• _YOUR ASSIGNMENT_: The output is the lines below from the one with "const auto by_tip" through the one with "not be reciprocal.", both included, printed exactly and with no other line.

[Dataset entries]
::::::::::

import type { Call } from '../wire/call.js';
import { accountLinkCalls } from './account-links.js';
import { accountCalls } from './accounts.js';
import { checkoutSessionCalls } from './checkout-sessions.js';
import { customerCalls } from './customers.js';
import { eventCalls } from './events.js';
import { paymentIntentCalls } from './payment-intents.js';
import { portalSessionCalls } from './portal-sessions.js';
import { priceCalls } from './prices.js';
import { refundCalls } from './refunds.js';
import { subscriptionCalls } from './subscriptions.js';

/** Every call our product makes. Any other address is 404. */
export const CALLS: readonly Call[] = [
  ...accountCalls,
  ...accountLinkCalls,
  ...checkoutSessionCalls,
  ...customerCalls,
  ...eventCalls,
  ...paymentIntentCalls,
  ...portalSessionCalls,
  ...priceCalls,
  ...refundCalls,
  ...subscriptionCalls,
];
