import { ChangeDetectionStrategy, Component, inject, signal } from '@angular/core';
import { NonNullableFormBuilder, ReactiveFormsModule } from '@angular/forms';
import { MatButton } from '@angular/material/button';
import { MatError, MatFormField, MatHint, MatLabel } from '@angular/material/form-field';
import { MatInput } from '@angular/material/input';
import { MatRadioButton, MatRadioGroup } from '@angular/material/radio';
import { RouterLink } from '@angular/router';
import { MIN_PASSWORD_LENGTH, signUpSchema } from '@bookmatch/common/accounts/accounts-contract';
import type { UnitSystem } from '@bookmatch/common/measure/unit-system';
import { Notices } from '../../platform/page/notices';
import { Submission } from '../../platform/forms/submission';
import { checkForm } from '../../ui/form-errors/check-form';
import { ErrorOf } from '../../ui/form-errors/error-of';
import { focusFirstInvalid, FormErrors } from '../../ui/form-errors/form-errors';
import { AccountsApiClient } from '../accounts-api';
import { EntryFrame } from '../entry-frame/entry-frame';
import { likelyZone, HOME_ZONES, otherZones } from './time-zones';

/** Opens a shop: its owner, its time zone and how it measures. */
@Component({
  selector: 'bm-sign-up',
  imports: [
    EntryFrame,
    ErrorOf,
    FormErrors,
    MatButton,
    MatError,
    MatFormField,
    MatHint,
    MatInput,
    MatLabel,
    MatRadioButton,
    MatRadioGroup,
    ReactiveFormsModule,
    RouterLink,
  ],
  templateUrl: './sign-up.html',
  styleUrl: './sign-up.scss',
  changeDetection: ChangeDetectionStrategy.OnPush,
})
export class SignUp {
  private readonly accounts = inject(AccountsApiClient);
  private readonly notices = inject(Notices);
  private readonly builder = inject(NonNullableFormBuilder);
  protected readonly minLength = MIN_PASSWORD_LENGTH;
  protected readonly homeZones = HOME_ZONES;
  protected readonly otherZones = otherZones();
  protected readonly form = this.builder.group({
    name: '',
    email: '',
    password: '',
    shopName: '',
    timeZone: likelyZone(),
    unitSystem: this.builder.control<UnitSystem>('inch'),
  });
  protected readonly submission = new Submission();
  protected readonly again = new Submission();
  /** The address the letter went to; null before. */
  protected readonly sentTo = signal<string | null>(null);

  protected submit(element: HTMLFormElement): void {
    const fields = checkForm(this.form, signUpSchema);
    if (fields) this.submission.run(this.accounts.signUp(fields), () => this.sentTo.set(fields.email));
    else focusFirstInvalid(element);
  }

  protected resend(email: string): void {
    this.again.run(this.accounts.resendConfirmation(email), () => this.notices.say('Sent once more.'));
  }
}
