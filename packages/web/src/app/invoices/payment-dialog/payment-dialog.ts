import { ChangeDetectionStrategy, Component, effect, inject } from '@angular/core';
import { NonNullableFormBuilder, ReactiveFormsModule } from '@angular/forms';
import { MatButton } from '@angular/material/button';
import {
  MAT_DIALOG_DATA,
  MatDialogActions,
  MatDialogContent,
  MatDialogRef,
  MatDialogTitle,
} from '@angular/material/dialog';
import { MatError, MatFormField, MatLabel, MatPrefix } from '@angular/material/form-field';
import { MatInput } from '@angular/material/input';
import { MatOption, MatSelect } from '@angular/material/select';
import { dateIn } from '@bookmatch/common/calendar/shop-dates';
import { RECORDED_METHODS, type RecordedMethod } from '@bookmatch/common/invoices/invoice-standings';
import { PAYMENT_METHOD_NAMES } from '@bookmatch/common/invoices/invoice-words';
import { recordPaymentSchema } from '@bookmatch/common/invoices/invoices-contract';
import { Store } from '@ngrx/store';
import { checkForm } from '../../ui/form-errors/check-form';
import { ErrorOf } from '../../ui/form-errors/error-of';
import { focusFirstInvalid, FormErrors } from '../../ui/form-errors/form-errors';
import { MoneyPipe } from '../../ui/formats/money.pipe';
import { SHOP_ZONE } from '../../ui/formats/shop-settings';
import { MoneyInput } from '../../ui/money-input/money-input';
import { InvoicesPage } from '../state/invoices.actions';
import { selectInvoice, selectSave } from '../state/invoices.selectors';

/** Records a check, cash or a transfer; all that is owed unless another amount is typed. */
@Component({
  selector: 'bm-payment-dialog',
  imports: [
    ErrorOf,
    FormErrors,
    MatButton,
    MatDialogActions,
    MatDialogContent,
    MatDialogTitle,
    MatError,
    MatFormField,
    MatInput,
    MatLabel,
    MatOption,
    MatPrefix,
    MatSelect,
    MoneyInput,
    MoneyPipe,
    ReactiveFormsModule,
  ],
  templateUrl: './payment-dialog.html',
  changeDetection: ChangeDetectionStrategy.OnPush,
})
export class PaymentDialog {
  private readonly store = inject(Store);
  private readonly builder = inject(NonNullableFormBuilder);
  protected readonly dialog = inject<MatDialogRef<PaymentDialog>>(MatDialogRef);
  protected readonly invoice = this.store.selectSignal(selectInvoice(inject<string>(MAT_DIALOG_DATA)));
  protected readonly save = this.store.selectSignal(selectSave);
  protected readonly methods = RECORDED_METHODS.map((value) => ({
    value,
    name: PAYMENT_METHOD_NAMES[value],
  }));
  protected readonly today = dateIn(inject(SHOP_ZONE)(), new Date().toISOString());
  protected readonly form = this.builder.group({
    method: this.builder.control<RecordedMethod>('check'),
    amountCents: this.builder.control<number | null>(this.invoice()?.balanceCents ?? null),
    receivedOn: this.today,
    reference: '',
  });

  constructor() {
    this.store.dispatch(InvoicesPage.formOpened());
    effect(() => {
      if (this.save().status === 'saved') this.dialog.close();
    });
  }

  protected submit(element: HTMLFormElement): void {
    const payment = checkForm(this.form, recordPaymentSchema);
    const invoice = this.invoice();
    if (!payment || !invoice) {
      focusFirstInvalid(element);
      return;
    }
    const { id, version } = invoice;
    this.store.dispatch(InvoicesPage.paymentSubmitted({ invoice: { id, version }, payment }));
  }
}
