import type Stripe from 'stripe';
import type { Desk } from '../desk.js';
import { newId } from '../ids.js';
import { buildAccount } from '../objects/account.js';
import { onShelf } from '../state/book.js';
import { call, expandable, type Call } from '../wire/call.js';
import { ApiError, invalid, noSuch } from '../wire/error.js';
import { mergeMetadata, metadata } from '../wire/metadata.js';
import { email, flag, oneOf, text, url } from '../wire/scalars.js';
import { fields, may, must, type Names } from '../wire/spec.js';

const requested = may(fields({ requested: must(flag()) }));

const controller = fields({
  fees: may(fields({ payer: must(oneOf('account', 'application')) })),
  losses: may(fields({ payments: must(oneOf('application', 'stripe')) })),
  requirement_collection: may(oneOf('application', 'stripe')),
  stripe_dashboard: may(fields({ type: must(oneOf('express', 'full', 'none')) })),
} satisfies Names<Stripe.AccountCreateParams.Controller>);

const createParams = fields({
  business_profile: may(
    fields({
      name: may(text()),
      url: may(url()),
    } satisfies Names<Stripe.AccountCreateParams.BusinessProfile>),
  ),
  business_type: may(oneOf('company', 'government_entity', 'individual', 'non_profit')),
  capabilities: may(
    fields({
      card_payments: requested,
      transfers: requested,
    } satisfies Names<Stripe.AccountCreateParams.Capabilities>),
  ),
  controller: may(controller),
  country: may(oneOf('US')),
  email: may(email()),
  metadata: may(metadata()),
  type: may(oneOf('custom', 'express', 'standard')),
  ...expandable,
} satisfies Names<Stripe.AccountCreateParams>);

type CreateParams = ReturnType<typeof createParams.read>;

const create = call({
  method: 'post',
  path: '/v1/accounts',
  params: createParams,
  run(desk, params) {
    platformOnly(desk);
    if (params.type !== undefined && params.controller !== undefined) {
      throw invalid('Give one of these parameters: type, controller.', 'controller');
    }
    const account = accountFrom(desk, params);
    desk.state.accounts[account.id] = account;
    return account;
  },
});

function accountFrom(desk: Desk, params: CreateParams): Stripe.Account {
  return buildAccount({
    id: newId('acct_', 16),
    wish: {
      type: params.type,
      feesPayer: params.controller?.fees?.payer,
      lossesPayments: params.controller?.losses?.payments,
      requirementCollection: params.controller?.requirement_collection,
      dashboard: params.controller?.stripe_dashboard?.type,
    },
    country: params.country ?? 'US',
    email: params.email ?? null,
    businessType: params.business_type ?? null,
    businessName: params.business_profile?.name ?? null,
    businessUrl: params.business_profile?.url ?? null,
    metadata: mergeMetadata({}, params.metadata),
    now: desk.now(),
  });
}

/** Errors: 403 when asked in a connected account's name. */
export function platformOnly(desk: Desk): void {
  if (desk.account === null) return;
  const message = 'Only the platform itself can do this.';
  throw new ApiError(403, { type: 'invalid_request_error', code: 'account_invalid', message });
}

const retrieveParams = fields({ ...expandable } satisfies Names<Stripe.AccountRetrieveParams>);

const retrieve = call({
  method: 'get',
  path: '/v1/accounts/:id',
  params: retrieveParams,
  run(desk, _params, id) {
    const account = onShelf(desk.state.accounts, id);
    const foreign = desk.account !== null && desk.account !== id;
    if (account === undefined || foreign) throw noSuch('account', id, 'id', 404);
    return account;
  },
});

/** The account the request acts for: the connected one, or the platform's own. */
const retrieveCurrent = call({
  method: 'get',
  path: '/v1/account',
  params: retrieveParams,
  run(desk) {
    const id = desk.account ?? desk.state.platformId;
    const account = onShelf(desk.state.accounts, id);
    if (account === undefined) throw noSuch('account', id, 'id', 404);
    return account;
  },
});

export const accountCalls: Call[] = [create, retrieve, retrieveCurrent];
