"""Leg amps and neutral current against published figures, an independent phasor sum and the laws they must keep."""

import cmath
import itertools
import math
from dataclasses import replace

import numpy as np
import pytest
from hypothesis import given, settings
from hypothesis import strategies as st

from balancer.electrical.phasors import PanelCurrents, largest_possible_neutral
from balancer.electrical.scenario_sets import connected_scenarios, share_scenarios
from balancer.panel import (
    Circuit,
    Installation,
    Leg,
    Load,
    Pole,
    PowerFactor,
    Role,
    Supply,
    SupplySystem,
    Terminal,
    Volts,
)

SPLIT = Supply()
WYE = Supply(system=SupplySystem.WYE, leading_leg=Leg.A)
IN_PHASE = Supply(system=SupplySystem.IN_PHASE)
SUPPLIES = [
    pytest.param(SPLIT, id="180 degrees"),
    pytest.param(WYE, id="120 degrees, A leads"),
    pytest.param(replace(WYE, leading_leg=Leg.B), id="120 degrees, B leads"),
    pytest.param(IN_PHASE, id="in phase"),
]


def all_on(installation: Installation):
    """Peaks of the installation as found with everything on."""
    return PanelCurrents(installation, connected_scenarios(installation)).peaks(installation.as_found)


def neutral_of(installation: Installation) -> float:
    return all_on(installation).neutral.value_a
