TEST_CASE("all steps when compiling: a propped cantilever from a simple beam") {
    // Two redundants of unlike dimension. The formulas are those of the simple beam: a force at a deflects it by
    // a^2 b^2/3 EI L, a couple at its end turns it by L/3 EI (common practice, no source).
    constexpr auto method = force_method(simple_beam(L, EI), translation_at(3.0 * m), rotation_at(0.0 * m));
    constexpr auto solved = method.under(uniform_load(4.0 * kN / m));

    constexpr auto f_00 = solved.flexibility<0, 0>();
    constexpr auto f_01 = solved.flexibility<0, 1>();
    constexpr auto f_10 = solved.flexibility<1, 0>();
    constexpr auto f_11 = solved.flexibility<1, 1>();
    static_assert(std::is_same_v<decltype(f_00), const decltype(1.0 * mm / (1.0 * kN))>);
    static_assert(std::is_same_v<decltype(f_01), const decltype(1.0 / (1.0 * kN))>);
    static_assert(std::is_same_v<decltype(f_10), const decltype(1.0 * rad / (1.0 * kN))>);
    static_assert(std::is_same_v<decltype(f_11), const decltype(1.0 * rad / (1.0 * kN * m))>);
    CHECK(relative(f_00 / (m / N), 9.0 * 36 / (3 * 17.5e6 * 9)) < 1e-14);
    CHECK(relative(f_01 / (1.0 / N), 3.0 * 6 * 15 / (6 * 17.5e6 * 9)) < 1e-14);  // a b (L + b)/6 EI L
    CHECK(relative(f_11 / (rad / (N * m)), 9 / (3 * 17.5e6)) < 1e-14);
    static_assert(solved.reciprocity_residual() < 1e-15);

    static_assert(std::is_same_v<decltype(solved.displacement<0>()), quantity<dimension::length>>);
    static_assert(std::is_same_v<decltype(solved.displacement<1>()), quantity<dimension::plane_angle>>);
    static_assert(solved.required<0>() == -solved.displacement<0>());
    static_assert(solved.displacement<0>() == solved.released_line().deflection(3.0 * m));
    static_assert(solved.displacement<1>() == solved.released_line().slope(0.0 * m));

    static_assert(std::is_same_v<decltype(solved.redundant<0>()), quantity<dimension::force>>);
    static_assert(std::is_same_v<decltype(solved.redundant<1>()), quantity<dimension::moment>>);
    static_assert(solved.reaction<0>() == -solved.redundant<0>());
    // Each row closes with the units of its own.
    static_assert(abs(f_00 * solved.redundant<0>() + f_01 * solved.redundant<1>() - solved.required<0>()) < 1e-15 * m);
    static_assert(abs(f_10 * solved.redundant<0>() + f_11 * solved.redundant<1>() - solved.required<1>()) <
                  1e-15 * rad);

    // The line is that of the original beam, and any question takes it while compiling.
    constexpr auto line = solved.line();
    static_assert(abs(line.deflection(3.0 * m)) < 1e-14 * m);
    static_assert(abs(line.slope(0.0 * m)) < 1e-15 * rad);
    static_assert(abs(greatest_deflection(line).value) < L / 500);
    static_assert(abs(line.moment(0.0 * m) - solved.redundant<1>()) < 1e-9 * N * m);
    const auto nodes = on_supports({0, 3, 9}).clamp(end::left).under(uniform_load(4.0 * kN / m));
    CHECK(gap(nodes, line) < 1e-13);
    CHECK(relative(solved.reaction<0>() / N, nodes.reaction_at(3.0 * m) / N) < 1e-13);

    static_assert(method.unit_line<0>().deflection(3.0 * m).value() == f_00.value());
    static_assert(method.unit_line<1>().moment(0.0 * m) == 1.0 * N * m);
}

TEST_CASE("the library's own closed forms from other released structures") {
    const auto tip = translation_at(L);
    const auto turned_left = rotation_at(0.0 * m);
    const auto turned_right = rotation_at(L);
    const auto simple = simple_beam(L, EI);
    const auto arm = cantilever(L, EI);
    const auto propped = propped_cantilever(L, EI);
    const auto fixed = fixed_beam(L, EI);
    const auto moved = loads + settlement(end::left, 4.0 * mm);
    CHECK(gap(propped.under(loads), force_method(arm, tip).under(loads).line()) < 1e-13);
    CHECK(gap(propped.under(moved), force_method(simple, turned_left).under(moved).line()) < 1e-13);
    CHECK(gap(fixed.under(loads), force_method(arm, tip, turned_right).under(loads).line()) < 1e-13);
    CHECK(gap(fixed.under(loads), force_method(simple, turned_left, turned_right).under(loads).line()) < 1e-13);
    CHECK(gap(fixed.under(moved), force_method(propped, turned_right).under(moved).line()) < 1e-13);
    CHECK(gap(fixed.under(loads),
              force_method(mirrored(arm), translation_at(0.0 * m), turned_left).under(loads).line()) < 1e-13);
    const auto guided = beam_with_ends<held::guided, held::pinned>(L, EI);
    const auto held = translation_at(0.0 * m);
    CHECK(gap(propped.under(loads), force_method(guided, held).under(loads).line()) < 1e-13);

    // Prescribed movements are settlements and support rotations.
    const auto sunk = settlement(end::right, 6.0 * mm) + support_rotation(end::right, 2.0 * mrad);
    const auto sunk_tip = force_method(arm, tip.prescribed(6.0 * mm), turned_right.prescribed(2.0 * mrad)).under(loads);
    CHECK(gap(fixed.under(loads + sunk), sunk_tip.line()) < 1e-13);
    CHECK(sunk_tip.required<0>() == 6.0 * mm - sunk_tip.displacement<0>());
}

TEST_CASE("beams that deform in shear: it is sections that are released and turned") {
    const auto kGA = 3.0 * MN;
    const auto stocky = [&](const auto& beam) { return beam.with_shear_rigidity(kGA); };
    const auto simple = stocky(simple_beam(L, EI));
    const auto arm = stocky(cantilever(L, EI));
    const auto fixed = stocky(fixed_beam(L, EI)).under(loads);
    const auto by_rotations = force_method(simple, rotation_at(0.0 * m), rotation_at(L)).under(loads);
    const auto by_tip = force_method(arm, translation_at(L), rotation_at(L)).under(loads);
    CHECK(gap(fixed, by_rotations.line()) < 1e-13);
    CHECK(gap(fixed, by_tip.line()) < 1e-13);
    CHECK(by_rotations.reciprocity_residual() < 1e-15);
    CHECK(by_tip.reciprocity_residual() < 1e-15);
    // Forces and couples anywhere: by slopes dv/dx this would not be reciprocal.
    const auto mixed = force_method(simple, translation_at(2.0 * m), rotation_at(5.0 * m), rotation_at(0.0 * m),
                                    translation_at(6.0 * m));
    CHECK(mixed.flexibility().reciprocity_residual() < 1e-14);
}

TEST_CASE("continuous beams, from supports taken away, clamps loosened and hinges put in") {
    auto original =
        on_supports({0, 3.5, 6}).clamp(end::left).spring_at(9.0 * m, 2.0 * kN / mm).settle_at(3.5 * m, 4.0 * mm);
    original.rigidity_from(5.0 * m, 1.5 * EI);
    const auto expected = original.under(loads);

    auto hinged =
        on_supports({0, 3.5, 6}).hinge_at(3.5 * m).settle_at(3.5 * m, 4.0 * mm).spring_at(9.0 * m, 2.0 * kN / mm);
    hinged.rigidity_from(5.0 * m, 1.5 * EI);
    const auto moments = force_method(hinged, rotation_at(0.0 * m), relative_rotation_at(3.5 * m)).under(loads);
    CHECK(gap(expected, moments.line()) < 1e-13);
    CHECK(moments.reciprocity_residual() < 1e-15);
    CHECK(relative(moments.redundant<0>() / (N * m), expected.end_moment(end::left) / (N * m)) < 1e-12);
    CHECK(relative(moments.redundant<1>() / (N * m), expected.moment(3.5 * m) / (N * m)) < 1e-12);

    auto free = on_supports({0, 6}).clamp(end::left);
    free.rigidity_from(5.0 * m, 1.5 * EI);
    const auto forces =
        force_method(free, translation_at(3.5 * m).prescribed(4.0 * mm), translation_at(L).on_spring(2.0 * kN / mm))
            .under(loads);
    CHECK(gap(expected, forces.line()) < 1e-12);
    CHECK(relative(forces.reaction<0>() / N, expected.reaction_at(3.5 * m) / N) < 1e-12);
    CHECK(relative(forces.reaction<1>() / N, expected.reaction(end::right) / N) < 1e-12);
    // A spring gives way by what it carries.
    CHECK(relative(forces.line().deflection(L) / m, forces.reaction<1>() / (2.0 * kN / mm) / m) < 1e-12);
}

::::::::::

• _YOUR SOLUTION_:
    const auto by_tip = force_method(arm, translation_at(L), rotation_at(L)).under(loads);
    CHECK(gap(fixed, by_rotations.line()) < 1e-13);
    CHECK(gap(fixed, by_tip.line()) < 1e-13);
    CHECK(by_rotations.reciprocity_residual() < 1e-15);
    CHECK(by_tip.reciprocity_residual() < 1e-15);
    // Forces and couples anywhere: by slopes dv/dx this would not be reciprocal.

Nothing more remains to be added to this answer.